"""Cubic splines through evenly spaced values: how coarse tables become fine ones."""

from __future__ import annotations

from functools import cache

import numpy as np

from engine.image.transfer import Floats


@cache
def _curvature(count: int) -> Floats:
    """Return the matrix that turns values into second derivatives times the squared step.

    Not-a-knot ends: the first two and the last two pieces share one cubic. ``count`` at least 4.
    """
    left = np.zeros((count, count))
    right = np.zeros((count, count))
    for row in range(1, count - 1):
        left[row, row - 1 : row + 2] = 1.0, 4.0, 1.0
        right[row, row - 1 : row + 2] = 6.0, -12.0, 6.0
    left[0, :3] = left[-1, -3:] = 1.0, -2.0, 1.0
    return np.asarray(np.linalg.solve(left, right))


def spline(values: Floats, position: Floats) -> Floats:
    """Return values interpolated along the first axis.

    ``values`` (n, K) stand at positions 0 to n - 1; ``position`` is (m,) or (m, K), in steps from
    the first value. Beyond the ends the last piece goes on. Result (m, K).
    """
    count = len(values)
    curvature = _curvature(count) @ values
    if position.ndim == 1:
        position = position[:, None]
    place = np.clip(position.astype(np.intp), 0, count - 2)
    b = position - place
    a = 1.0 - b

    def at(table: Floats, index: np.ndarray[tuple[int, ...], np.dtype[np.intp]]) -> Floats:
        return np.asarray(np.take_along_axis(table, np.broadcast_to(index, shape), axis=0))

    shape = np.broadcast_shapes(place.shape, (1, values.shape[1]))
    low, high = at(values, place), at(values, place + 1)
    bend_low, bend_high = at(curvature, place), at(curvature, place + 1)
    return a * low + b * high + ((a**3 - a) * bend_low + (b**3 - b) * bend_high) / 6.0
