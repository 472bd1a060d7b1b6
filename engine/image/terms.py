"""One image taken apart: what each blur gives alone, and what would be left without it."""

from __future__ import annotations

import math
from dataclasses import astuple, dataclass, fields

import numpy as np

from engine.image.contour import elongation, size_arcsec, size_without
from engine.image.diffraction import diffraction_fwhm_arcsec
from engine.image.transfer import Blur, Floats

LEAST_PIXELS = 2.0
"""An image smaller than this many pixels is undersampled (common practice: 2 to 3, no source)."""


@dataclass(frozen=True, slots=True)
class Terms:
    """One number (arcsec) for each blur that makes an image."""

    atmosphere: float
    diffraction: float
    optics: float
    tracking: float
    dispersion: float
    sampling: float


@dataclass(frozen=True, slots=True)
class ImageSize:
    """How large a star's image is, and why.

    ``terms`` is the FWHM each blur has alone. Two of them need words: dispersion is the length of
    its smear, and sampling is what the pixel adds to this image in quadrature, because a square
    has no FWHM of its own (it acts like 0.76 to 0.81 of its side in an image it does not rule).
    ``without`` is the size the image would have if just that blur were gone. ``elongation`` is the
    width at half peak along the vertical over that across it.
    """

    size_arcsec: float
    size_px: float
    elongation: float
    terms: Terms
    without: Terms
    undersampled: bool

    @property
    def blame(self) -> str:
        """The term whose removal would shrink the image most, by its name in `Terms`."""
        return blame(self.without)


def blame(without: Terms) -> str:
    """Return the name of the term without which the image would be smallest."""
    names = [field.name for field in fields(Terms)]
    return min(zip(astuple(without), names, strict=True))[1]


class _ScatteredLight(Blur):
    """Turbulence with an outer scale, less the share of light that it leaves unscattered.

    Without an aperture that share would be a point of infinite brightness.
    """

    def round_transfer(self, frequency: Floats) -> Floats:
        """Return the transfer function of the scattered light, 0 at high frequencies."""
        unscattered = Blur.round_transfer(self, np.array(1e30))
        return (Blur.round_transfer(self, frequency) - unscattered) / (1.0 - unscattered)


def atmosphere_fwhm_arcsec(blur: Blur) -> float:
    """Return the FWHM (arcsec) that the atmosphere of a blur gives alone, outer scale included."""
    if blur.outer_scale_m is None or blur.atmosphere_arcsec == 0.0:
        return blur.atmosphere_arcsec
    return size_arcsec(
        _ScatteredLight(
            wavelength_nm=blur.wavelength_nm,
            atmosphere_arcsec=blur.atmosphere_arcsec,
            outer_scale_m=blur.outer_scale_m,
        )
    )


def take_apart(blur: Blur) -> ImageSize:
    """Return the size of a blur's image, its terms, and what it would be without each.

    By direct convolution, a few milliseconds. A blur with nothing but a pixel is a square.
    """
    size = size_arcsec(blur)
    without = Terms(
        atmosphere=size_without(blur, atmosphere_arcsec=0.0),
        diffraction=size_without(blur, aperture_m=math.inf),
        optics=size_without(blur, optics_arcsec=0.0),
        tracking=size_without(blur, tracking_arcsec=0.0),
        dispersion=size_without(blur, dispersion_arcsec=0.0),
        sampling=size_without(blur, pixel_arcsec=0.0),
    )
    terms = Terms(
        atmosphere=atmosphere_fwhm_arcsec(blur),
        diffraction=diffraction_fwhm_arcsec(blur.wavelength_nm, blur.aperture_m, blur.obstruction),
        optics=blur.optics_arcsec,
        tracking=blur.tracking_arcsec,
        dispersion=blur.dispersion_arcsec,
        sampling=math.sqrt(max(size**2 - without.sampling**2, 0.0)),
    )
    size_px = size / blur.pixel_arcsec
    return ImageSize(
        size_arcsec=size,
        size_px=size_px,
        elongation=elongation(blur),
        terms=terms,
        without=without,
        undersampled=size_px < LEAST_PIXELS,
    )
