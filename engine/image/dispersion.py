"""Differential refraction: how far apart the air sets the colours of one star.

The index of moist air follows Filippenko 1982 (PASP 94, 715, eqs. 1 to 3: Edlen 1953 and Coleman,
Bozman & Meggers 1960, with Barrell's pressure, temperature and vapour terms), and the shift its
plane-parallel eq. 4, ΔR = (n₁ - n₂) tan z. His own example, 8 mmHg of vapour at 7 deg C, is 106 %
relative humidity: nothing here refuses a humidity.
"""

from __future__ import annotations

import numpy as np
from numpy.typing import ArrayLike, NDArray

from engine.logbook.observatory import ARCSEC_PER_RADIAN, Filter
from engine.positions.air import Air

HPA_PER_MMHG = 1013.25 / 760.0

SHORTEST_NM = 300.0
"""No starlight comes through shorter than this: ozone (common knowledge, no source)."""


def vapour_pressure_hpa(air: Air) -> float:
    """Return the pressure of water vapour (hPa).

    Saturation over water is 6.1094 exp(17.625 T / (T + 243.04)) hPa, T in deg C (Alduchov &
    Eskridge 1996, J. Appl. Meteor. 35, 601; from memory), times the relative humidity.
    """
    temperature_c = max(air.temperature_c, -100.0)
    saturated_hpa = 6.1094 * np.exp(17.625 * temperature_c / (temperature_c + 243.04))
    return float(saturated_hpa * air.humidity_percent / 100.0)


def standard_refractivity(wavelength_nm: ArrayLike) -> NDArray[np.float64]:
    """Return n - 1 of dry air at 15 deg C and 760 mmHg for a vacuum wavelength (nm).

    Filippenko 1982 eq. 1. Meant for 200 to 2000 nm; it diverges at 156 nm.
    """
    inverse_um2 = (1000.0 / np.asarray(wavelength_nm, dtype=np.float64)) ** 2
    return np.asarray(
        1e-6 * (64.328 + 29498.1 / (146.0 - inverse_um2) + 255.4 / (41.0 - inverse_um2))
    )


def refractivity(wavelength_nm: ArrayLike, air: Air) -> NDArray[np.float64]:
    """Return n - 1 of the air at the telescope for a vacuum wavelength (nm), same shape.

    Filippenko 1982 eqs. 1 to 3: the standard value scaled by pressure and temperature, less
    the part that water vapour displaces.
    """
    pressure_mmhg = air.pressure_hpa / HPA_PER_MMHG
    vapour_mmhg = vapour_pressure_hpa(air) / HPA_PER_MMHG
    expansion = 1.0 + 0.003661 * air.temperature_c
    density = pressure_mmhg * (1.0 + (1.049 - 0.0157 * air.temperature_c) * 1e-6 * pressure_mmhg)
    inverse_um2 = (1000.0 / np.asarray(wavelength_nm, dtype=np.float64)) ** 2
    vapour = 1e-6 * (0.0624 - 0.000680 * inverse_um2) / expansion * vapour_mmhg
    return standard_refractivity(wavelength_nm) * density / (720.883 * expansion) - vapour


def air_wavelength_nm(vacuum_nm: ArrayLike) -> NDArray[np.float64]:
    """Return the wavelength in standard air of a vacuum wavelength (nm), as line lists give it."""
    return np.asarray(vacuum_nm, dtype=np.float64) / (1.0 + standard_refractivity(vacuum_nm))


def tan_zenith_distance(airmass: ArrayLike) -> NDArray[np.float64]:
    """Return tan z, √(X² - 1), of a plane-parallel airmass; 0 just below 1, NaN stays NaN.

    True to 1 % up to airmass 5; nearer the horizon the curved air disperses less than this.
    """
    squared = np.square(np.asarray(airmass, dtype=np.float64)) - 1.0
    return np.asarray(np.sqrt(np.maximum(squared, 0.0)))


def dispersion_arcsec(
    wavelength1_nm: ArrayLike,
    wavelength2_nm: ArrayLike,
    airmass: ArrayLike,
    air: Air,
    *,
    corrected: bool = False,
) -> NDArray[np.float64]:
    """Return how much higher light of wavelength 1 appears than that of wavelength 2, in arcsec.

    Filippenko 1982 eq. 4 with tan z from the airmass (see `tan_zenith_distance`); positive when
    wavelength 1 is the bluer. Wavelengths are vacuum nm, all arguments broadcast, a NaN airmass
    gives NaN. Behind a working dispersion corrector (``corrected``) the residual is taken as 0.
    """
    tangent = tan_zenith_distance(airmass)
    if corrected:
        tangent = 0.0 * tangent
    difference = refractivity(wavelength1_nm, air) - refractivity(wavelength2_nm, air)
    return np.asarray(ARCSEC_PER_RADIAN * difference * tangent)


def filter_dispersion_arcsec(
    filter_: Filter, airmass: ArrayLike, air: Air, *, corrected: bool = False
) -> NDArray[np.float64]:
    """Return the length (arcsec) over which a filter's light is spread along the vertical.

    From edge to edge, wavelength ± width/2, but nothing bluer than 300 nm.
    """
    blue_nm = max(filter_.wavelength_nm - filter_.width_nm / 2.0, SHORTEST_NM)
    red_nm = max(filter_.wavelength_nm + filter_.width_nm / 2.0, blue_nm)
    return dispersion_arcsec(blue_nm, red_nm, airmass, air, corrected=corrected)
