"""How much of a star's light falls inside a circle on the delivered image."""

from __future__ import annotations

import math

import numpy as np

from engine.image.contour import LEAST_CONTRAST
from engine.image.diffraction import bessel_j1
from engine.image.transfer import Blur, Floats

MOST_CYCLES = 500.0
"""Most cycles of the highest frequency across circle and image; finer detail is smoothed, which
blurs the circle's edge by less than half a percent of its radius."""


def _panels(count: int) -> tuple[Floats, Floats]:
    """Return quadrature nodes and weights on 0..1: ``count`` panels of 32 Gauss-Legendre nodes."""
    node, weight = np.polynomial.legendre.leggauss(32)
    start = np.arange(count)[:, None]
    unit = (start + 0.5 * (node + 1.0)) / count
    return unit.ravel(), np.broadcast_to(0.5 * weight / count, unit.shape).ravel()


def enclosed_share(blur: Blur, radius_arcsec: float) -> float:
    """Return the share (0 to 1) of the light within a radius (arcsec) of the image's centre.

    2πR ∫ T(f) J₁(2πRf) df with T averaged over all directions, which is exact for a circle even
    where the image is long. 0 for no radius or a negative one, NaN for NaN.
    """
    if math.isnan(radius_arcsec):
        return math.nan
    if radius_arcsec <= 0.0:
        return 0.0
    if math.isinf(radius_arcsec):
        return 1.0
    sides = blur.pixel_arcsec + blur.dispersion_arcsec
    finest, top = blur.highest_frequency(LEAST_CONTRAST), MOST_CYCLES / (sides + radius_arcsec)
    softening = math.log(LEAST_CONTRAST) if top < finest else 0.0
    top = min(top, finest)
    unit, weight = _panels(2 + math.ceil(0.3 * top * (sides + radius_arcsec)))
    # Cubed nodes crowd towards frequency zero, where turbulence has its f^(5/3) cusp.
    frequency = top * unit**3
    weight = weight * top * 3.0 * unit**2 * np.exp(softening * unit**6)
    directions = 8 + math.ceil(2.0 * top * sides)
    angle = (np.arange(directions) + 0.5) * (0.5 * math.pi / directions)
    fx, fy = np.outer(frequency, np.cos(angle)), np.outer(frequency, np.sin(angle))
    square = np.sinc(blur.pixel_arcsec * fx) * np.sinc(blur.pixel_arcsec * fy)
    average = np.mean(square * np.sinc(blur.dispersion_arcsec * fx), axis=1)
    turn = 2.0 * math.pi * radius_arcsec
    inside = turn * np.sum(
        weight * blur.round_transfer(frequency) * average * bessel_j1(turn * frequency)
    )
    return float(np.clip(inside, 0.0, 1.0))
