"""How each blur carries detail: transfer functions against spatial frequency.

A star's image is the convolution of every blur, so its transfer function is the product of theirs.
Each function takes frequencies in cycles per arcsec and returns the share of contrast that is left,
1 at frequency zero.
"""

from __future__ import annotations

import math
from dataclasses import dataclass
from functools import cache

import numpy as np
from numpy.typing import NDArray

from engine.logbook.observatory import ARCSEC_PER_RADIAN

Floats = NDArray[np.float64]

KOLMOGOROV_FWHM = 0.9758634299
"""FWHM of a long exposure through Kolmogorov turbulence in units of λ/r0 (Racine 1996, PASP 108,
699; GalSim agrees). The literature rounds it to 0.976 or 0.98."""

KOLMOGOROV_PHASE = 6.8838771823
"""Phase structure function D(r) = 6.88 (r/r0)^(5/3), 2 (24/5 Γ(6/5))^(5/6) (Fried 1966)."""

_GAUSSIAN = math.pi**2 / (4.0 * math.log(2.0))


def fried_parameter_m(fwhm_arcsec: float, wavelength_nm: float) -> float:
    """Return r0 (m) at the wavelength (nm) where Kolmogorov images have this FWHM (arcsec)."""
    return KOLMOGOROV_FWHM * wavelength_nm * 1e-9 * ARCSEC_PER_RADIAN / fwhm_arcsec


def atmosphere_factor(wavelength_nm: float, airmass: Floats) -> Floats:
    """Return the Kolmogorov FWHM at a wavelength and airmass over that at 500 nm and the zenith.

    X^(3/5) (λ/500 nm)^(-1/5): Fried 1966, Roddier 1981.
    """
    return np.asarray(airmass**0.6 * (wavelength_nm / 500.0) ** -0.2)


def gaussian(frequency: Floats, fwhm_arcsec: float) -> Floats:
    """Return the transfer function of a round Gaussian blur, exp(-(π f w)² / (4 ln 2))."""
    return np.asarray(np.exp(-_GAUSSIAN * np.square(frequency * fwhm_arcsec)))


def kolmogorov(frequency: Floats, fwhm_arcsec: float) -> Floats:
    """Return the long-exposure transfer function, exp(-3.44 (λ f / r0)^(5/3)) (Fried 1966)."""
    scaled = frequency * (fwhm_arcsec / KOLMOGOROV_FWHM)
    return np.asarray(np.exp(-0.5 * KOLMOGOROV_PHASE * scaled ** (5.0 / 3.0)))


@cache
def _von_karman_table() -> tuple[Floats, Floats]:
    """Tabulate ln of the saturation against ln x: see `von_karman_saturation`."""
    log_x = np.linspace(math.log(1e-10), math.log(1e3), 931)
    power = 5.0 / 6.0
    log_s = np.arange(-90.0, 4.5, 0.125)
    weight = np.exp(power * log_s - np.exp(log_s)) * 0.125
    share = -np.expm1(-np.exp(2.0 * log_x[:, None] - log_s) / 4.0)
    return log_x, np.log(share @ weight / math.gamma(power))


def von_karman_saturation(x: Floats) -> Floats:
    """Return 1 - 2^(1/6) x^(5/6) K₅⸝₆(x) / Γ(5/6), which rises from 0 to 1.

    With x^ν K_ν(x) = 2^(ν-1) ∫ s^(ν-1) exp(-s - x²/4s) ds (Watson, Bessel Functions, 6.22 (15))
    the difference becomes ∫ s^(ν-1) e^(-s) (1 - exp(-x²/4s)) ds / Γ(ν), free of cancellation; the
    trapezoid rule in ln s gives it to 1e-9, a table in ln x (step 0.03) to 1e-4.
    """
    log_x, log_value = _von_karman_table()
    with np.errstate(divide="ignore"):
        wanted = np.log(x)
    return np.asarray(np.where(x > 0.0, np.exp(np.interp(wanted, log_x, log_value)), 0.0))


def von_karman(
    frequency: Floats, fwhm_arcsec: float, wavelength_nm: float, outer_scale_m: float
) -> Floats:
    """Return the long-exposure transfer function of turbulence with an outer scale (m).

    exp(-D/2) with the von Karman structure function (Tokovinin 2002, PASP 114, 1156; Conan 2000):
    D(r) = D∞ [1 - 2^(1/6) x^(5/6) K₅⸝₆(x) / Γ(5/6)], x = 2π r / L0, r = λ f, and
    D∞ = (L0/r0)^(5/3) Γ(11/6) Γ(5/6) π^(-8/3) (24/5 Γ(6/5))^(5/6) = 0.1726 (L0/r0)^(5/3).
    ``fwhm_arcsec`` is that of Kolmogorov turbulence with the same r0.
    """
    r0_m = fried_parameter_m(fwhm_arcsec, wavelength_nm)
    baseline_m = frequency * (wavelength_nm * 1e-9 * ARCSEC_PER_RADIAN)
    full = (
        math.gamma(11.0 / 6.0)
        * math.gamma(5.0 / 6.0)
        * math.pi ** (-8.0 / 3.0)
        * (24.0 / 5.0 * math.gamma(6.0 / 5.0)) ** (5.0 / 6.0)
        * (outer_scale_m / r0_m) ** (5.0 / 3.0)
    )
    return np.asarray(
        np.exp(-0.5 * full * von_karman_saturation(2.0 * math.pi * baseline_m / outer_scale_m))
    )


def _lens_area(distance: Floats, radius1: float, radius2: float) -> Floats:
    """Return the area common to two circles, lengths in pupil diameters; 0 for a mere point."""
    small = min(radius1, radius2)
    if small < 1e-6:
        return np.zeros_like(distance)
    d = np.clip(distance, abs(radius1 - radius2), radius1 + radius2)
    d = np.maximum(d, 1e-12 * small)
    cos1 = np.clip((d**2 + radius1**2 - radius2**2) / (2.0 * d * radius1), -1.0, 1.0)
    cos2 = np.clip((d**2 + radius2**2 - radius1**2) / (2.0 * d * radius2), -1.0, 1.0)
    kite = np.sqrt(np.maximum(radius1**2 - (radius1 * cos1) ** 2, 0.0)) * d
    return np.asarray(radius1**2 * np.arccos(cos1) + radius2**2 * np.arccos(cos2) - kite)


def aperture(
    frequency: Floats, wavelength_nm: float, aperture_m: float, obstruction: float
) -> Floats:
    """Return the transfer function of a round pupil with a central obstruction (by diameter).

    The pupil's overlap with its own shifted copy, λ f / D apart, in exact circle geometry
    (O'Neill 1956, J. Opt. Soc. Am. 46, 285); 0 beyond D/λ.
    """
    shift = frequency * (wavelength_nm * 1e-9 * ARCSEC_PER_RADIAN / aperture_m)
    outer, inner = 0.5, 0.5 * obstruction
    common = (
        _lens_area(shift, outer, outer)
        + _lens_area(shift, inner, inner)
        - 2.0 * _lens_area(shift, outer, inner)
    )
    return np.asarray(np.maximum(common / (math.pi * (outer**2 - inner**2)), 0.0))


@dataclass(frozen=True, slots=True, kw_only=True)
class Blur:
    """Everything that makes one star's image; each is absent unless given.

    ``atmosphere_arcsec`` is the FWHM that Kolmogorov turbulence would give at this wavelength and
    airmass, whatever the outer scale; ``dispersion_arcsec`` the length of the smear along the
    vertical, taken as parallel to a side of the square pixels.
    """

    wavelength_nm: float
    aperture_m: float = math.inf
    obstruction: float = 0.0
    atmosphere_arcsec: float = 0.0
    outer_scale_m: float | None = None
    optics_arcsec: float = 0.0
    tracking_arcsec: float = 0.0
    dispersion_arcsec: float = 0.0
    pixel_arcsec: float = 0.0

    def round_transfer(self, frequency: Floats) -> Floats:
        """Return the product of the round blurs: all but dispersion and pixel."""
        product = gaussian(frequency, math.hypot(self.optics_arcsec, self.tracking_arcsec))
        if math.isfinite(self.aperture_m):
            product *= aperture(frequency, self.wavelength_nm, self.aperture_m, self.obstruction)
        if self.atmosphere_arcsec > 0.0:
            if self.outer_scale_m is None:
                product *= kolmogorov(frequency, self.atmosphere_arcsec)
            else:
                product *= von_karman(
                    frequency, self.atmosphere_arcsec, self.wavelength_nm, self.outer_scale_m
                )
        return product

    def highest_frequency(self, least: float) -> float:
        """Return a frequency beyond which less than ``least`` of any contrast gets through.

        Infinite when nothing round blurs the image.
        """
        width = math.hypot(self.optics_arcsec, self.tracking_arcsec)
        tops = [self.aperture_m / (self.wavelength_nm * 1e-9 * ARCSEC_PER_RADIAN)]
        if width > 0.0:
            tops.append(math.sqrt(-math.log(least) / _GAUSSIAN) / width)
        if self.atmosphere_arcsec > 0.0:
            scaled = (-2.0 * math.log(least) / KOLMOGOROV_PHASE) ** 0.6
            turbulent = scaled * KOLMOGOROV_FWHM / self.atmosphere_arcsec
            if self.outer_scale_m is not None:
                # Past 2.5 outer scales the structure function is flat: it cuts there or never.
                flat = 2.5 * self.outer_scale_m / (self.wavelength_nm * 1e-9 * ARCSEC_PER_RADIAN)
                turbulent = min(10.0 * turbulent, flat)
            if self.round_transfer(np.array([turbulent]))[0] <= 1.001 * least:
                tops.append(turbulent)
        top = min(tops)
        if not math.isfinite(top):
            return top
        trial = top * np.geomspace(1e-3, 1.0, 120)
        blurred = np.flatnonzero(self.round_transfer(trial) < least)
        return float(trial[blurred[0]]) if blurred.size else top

#### Task brief:
In the listing above, find every line with the word "sides" and copy it.

#### Your solution:
    sides = blur.pixel_arcsec + blur.dispersion_arcsec
    finest, top = blur.highest_frequency(LEAST_CONTRAST), MOST_CYCLES / (sides + radius_arcsec)
    unit, weight = _panels(2 + math.ceil(0.3 * top * (sides + radius_arcsec)))
    directions = 8 + math.ceil(2.0 * top * sides)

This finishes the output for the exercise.